After locating the line with "const categorical = groupCodeSlot[g]" in the data that follows, return it and every later line exactly, up to and including the line with "static plan(forests: readonly".

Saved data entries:
* * * * * * * * *

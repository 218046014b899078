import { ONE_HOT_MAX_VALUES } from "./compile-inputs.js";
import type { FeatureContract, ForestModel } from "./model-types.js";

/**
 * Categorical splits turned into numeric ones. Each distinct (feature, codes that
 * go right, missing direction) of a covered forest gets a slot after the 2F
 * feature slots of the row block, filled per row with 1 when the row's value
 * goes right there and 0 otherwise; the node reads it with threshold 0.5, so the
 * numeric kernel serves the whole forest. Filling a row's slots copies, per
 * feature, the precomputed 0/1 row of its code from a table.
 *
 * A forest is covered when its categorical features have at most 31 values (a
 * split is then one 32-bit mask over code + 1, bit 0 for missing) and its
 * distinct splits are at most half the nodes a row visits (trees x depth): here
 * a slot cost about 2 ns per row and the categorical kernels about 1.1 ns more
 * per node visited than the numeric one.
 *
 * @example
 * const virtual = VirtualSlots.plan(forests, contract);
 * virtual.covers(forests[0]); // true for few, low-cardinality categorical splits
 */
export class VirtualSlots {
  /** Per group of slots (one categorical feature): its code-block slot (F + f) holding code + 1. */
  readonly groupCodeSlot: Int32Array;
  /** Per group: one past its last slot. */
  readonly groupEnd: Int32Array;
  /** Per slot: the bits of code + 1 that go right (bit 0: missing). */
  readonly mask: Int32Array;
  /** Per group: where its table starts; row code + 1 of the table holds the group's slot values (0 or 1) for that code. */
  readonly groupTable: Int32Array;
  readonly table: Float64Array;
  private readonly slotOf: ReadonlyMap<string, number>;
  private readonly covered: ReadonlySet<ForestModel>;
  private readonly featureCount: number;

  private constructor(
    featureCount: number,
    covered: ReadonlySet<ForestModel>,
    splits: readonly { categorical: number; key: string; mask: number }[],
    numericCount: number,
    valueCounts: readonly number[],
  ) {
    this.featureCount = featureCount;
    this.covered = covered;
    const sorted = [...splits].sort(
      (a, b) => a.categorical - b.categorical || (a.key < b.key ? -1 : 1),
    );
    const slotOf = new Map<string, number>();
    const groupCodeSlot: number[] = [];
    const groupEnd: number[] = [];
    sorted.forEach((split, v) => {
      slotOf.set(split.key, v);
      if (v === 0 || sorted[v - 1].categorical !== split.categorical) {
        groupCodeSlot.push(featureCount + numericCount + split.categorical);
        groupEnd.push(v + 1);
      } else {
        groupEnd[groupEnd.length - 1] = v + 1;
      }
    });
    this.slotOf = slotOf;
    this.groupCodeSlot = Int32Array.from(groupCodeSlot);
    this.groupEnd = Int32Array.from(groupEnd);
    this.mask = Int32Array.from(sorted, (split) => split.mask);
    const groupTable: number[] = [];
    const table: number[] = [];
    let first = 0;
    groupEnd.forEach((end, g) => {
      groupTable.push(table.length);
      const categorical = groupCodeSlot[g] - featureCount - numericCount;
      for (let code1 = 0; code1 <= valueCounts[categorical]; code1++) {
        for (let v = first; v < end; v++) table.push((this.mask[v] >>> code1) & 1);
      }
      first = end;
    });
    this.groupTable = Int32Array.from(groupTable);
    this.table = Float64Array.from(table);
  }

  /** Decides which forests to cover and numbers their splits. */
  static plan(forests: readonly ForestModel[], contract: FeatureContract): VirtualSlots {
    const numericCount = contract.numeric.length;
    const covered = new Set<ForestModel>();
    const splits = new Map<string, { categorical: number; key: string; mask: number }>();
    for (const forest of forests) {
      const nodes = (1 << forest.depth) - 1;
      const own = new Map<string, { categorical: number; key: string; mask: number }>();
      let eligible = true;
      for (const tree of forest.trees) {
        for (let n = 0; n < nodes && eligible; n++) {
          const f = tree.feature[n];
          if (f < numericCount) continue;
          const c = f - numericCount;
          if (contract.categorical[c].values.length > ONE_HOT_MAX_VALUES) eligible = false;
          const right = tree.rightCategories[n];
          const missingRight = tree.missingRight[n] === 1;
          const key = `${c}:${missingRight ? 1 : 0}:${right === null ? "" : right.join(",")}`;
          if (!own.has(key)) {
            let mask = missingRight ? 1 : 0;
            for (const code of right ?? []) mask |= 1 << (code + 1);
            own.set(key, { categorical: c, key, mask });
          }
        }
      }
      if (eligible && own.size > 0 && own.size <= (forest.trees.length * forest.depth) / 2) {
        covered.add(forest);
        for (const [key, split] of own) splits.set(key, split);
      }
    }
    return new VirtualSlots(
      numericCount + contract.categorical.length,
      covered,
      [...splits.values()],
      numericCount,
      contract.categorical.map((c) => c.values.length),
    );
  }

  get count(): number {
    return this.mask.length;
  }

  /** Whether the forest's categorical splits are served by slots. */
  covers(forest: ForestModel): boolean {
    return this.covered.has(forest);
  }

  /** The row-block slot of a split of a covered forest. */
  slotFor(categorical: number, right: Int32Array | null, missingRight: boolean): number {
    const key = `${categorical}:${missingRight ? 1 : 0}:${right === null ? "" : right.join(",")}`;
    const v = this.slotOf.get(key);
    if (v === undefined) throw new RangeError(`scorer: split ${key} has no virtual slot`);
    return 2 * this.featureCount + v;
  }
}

* * * * * * * * *

Problem solution:
      const categorical = groupCodeSlot[g] - featureCount - numericCount;
      for (let code1 = 0; code1 <= valueCounts[categorical]; code1++) {
        for (let v = first; v < end; v++) table.push((this.mask[v] >>> code1) & 1);
      }
      first = end;
    });
    this.groupTable = Int32Array.from(groupTable);
    this.table = Float64Array.from(table);
  }

  /** Decides which forests to cover and numbers their splits. */
  static plan(forests: readonly ForestModel[], contract: FeatureContract): VirtualSlots {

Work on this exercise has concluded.